PSI
Blog 20210524 Sixty-year paradigm shift in epidemiology exposes the aerosol
screwup
Sixty-year
paradigm shift in epidemiology exposes the aerosol screwup
I know this is a bit
off-topic, but not by much. Remember that right after George Floyd was
murdered, I wrote PSI Blog 20200601 entitled:
“Coronavirus Hates the Outdoors”
From a few news reports, it had seemed obvious to me that
Covid-19 was spread mostly via bad breath, which is only a problem when
ventilation is bad and a room is crowded. Subsequent political demonstrations
and gatherings resulted in very few Covid cases, with less than 0.1% of the
infections from outdoor activity. On the contrary, cases escalated when bars,
restaurants, and churches prematurely opened to crowds eager to test the power
of prayer and jubilation.
Unfortunately, epidemiologists in the USA at first
recommended that we not wear masks and that air purifiers with HEPA filters were
unneeded in crowded rooms. Then they finally recommended we wear masks of any
type, which might be nice for preventing transmission of droplets, but not so
nice for preventing reception. For that, you probably would need N95 masks,
which were in short supply. They work best because, unlike surgical masks, they
can screen out particles as small as 0.3 microns.
Below I have a link to a wonderful article that nicely tells
the story of another nonsensical mainstream paradigm not unlike the Big Bang
Theory I normally rant against. It is worth your time reading. It starts with a
fellow named Wells who studied measles in the ‘40s, finding its transmission to
be aerosolic. He was heavily criticized because the mainstream down-played
aerosol transmission just as it did until recently when Linsey Marr and
colleagues unearthed Wells’ seminal work. The cutoff was thought to be 5
microns, and those would drop out of the air quickly. That is where the 6-ft
trope came from. That, of course, does no good if the air is filled with <5
micron-particles, which settle according to Stokes Law and tend to float around under Brownian motion for hours and hours.
Megan Morteni’s fascinating story is much like the one we
are now faced with in our campaign to get rid of the Big Bang Theory. It is not
quite as absurd as the explosion of the entire universe out of nothing, but it
shows how stubborn otherwise supposedly intelligent folks can be in the face of
clear evidence. Science is supposed to reverse its tune when incontrovertible
evidence shows up—but don’t count on it. Happily, WHO and CDC, after 60+ years
and 16+ months of Covid, has finally and quietly adopted the aerosolic theory.
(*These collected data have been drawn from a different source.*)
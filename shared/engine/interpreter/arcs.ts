import { LETTER } from '../blocks/block';
import { GROUP } from '../blocks/code-groups';
import type { Motion } from './events';
import { PLANES } from './machine';
import type { Circle, Target } from './kept';
import { standAt } from './motions';
import { refuse, tellProblem, type Run } from './run';
import { wholeNumber } from './whole-number';

const { I, J, K, P, R } = LETTER;
export const TURN = 2 * Math.PI;
const QUARTER = Math.PI / 2;
/**
 * NISTIR 6556: |R| may fall short of half the chord by this part of it, for rounding alone. Posts round a
 * semicircle to three decimals, so that other controllers allow their arc tolerance (common practice, no source).
 */
const CHORD_SLACK = 1e-12;
/** NISTIR 6556 3.5.3.2: the two radii may differ by 0.002 mm, or 0.0002 inch. */
const STRICT_TOLERANCE_MM = 0.002;
const STRICT_TOLERANCE_INCH = 0.0002 * 25.4;
/** Radii are compared after an addition and a root, so their last digits mean nothing. */
export const RADIUS_ROUNDING = 1e-9;

/** More turns in one block are a slip of the pen. */
const MOST_TURNS = 1_000;
const OTHER_USES_OF_P = (1 << GROUP.once) | (1 << GROUP.path) | (1 << GROUP.workOffset);

/** Sums of decimals part in their last digits; an end this close to the start is the start, mm. */
export const SAME_POINT = 1e-9;

/** Centre letters of each plane in plane order, the third that has no meaning there, and its axis letters. */
const CENTRES = [
  { u: I, v: J, other: K, ends: [LETTER.X, LETTER.Y] },
  { u: K, v: I, other: J, ends: [LETTER.Z, LETTER.X] },
  { u: J, v: K, other: I, ends: [LETTER.Y, LETTER.Z] },
] as const;

/**
 * Carries out G2 (`turning` −1) or G3 (+1). Where the arc cannot be worked out that is told, and the walk
 * goes on from its stated end.
 */
export function moveArc(run: Run, turning: 1 | -1, to: Target, feed: number): void {
  const { machine } = run;
  const index = machine.planeIndex;
  const fromU = index === 0 ? machine.x : index === 1 ? machine.z : machine.y;
  const fromV = index === 0 ? machine.y : index === 1 ? machine.x : machine.z;
  const toU = index === 0 ? to.x : index === 1 ? to.z : to.y;
  const toV = index === 0 ? to.y : index === 1 ? to.x : to.z;
  const circle = findCircle(run, turning, fromU, fromV, toU, toV);
  if (!circle) return standAt(run, to);
  tellArc(run, to, circle, arcTurn(run, turning, circle, fromU, fromV, toU, toV), feed);
}

/** Moves along an arc that is known, tells it, and stands at its end; `turn` in radians, > 0 counterclockwise. */
export function tellArc(run: Run, to: Target, circle: Circle, turn: number, feed: number): void {
  const { machine, motion } = run;
  const index = machine.planeIndex;
  const startU = (index === 0 ? machine.x : index === 1 ? machine.z : machine.y) - circle.u;
  const startV = (index === 0 ? machine.y : index === 1 ? machine.x : machine.z) - circle.v;
  const endU = (index === 0 ? to.x : index === 1 ? to.z : to.y) - circle.u;
  const endV = (index === 0 ? to.y : index === 1 ? to.x : to.z) - circle.v;
  motion.kind = 'arc';
  motion.by = 'program';
  motion.fromX = machine.x;
  motion.fromY = machine.y;
  motion.fromZ = machine.z;
  motion.fromA = machine.a;
  motion.toX = to.x;
  motion.toY = to.y;
  motion.toZ = to.z;
  motion.toA = to.a;
  motion.plane = PLANES[index]!;
  motion.centreU = circle.u;
  motion.centreV = circle.v;
  motion.radius = circle.radius;
  motion.turn = turn;
  setExtremes(motion, index, quartersPassed(turn, startU, startV, endU, endV));
  const depth = index === 0 ? to.z - machine.z : index === 1 ? to.y - machine.y : to.x - machine.x;
  const along = circle.radius * turn;
  motion.length = Math.sqrt(along * along + depth * depth);
  motion.moves = motion.length !== 0;
  motion.feed = machine.feedMode === 'inverse-time' ? feed * motion.length : feed;
  machine.x = to.x;
  machine.y = to.y;
  machine.z = to.z;
  machine.a = to.a;
  run.tell.motion(motion);
}

/** The angle from start to end on a circle, whole turns of a P word included; a full turn where they are one point. */
export function arcTurn(
  run: Run,
  turning: 1 | -1,
  circle: Circle,
  fromU: number,
  fromV: number,
  toU: number,
  toV: number,
): number {
  const isFull = Math.abs(toU - fromU) + Math.abs(toV - fromV) <= SAME_POINT;
  const turn = isFull
    ? turning * TURN
    : findTurn(turning, fromU - circle.u, fromV - circle.v, toU - circle.u, toV - circle.v);
  return run.block.has(P) && takesTurns(run) ? turn + turning * TURN * extraTurns(run) : turn;
}

/** Whether a P word beside an arc counts its turns: not in the published language, nor where P is of another code. */
export function takesTurns({ block, controller, dialect }: Run): boolean {
  if (dialect.isStrict || controller.language !== 'rs274ngc') return false;
  return (block.groups & OTHER_USES_OF_P) === 0;
}

/** A P word counts the turns begun, so that P1 adds none to what the end point says (common practice, no source). */
function extraTurns(run: Run): number {
  const { block } = run;
  const value = block.value(P);
  const begun = wholeNumber(value);
  if (begun >= 1 && begun <= MOST_TURNS) return begun - 1;
  const what = block.written(block.wordOf[P]!);
  const needs = Number.isNaN(begun) ? 'whole' : begun < 1 ? 'positive' : 'fewer';
  tellProblem(run, 'out-of-range-word', { letters: 'P' }, { letter: 'P', what, value, needs });
  return 0;
}

/** The angle from start to end in the direction of the arc, by one arc tangent of sine and cosine. */
export function findTurn(
  turning: 1 | -1,
  startU: number,
  startV: number,
  endU: number,
  endV: number,
): number {
  const turn = Math.atan2(startU * endV - startV * endU, startU * endU + startV * endV);
  if (turning > 0) return turn <= 0 ? turn + TURN : turn;
  return turn >= 0 ? turn - TURN : turn;
}

/** The circle of an arc as its words give it; undefined, and told, where they give none. */
export function findCircle(
  run: Run,
  turning: 1 | -1,
  fromU: number,
  fromV: number,
  toU: number,
  toV: number,
): Circle | undefined {
  const { block } = run;
  const { plane } = run.machine;
  const letters = CENTRES[run.machine.planeIndex]!;
  const hasCentre = block.has(letters.u) || block.has(letters.v);
  // Posts write the third centre word as nought on a helix; any other value is a slip of the plane.
  if (block.has(letters.other) && (run.dialect.isStrict || block.value(letters.other) !== 0)) {
    const what = String.fromCharCode(65 + letters.other);
    refuse(run, 'arc-impossible', { letters: 'IJK' }, { reason: 'centre-letter', what, plane });
    return undefined;
  }
  if (block.has(R) && hasCentre) {
    refuse(run, 'arc-impossible', { letters: 'IJKR' }, { reason: 'radius-and-centre' });
    return undefined;
  }
  if (run.dialect.isStrict && !letters.ends.some((letter) => block.has(letter))) {
    const code = run.machine.motionMode;
    refuse(run, 'missing-word', undefined, {
      code,
      letter: `${plane[0]} or ${plane[1]}`.toUpperCase(),
    });
    return undefined;
  }
  if (block.has(R)) return circleByRadius(run, turning, fromU, fromV, toU, toV);
  if (!hasCentre) {
    tellProblem(run, 'arc-centre-missing', undefined, { plane: run.machine.plane });
    return undefined;
  }
  return circleByCentre(run, fromU, fromV, toU, toV);
}

/** Math.hypot guards against overflow that no machine reaches, at several times the cost. */
const distance = (u: number, v: number): number => Math.sqrt(u * u + v * v);

function circleByCentre(
  run: Run,
  fromU: number,
  fromV: number,
  toU: number,
  toV: number,
): Circle | undefined {
  const { circle } = run;
  if (!placeCentre(run, fromU, fromV)) return undefined;
  const start = distance(fromU - circle.u, fromV - circle.v);
  const end = distance(toU - circle.u, toV - circle.v);
  circle.radius = start;
  if (start === 0) {
    tellProblem(run, 'arc-impossible', { letters: 'IJK' }, { reason: 'no-radius' });
    return undefined;
  }
  const difference = Math.abs(start - end);
  const tolerance = arcTolerance(run);
  if (!(difference <= tolerance + RADIUS_ROUNDING))
    tellProblem(
      run,
      'arc-radius-mismatch',
      { letters: 'XYZIJK' },
      {
        start,
        end,
        by: difference,
        tolerance,
      },
    );
  return circle;
}

/**
 * Puts the centre of `circle` where the centre words say; false, and told, where they do not say it. Counted from
 * program zero both are needed; counted from the start of the arc one left out is nought.
 */
export function placeCentre(run: Run, fromU: number, fromV: number): boolean {
  const { block, machine, circle } = run;
  const letters = CENTRES[machine.planeIndex]!;
  const { unit } = machine;
  const wordU = block.has(letters.u) ? block.value(letters.u) * unit : 0;
  const wordV = block.has(letters.v) ? block.value(letters.v) * unit : 0;
  if (!machine.isArcCentreAbsolute) {
    circle.u = fromU + wordU;
    circle.v = fromV + wordV;
    return true;
  }
  if (!block.has(letters.u) || !block.has(letters.v)) {
    tellProblem(run, 'arc-centre-missing', undefined, { plane: machine.plane, reason: 'one-word' });
    return false;
  }
  const index = machine.planeIndex;
  circle.u = wordU + (index === 0 ? machine.baseX : index === 1 ? machine.baseZ : machine.baseY);
  circle.v = wordV + (index === 0 ? machine.baseY : index === 1 ? machine.baseX : machine.baseZ);
  return true;
}

export function arcTolerance(run: Run): number {
  if (!run.controller.switches.strict) return run.controller.arcTolerance;
  return run.machine.unit === 1 ? STRICT_TOLERANCE_MM : STRICT_TOLERANCE_INCH;
}

function circleByRadius(
  run: Run,
  turning: 1 | -1,
  fromU: number,
  fromV: number,
  toU: number,
  toV: number,
): Circle | undefined {
  const { circle } = run;
  const radius = run.block.value(R) * run.machine.unit;
  const du = toU - fromU;
  const dv = toV - fromV;
  const chord = distance(du, dv);
  if (chord === 0 || radius === 0) {
    tellProblem(
      run,
      'arc-impossible',
      { letters: 'R' },
      {
        reason: chord === 0 ? 'ends-where-it-starts' : 'no-radius',
      },
    );
    return undefined;
  }
  const half = chord / 2;
  const size = Math.abs(radius);
  const slack = run.dialect.isStrict ? half * CHORD_SLACK : arcTolerance(run) + RADIUS_ROUNDING;
  if (size < half - slack) {
    tellProblem(
      run,
      'arc-impossible',
      { letters: 'R' },
      {
        reason: 'radius-short',
        radius: size,
        halfChord: half,
        short: half - size,
      },
    );
    return undefined;
  }
  const toCentre = Math.sqrt(Math.max(0, size * size - half * half));
  // Left of the chord for a short counterclockwise arc; a clockwise or a long one swaps sides.
  const side = turning * Math.sign(radius);
  circle.u = fromU + du / 2 - (side * toCentre * dv) / chord;
  circle.v = fromV + dv / 2 + (side * toCentre * du) / chord;
  circle.radius = Math.max(size, half);
  return circle;
}

/** 0 to 3 from the positive first axis on, each holding the axis it begins with. */
function quarterOf(u: number, v: number): number {
  if (v >= 0) return u > 0 ? 0 : v > 0 ? 1 : 2;
  return u < 0 ? 2 : 3;
}

/**
 * Which of the four quadrant points an arc passes, bit 0 for the one on the positive first axis, bit 1 on
 * the positive second, and so on. An end that lies on one may count; it is an end of the arc anyway.
 */
export function quartersPassed(
  turn: number,
  startU: number,
  startV: number,
  endU: number,
  endV: number,
): number {
  const isCounter = turn > 0;
  const first = isCounter ? quarterOf(startU, startV) : quarterOf(endU, endV);
  const last = isCounter ? quarterOf(endU, endV) : quarterOf(startU, startV);
  let crossed = (last - first) & 3;
  // Back in the quarter it began in: either it never left, or it went all the way round.
  if (crossed === 0 && Math.abs(turn) > QUARTER) crossed = 4;
  let passed = 0;
  if (Math.abs(turn) >= TURN) crossed = 4;
  for (let quarter = first + 1; quarter <= first + crossed; quarter++) passed |= 1 << (quarter & 3);
  return passed;
}

/** True extremes: both ends and every quadrant point that the arc passes. */
export function setExtremes(motion: Motion, index: number, passed: number): void {
  const { centreU, centreV, radius, fromX, fromY, fromZ, toX, toY, toZ } = motion;
  motion.minX = fromX < toX ? fromX : toX;
  motion.maxX = fromX < toX ? toX : fromX;
  motion.minY = fromY < toY ? fromY : toY;
  motion.maxY = fromY < toY ? toY : fromY;
  motion.minZ = fromZ < toZ ? fromZ : toZ;
  motion.maxZ = fromZ < toZ ? toZ : fromZ;
  if (passed & 1) widenU(motion, index, centreU + radius);
  if (passed & 2) widenV(motion, index, centreV + radius);
  if (passed & 4) widenU(motion, index, centreU - radius);
  if (passed & 8) widenV(motion, index, centreV - radius);
}

function widenU(motion: Motion, index: number, value: number): void {
  if (index === 0) widenX(motion, value);
  else if (index === 1) widenZ(motion, value);
  else widenY(motion, value);
}
function widenV(motion: Motion, index: number, value: number): void {
  if (index === 0) widenY(motion, value);
  else if (index === 1) widenX(motion, value);
  else widenZ(motion, value);
}
function widenX(motion: Motion, x: number): void {
  if (x < motion.minX) motion.minX = x;
  if (x > motion.maxX) motion.maxX = x;
}
function widenY(motion: Motion, y: number): void {
  if (y < motion.minY) motion.minY = y;
  if (y > motion.maxY) motion.maxY = y;
}
function widenZ(motion: Motion, z: number): void {
  if (z < motion.minZ) motion.minZ = z;
  if (z > motion.maxZ) motion.maxZ = z;
}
Bet you didn’t hear any grand announcements in the press. I also bet Einstein
adoration will diminish similarly when relativity and the BBT fade away. Read
now about the mighty, deadly crash of a paradigm that has now met its deserved
end:
“Screwup That Helped Covid
Kill
All pandemic long, scientists brawled over how the virus
spreads. Droplets! No, aerosols! At the heart of the fight was
a teensy error with huge consequences.”
A staider article signed
on by 39 authors, no less, in the mainstream journal Science put the coup de grâce on the no aerosol trope:
A paradigm shift to
combat indoor respiratory infection
Building
ventilation systems must get much better
Lastly, remember
this from Healthline:
“Surgical masks do
not provide the wearer with a reliable level of protection from inhaling
smaller airborne particles. N95s filter out at least 95 percent of airborne
particles.
Surgical masks leak
around the edge of the mask when the user inhales. When properly worn, N95s
have minimal leakage.”
In other words, all
masks tend to protect others, but only N95s protect the wearer. KN95s are not
yet approved by NIOSH. Their quality depends on the manufacturer. Unfortunately,
some KN95s really should be labeled N70s.
1 comment:
I live in the Lower Mainland of BC. Based on how rapidly the numbers of cases were increasing by February 2020 I was confident that COVID-19 was spreading through aerosols. So I stopped going into buildings other than my home when BC recorded its 8th case of COVID-19 on February 29, 2020. I find it difficult to believe that there were any competent epidemiologists who were not well aware by January 2020 of the strong likelihood that aerosols were the primary mode of transmissions of this virus.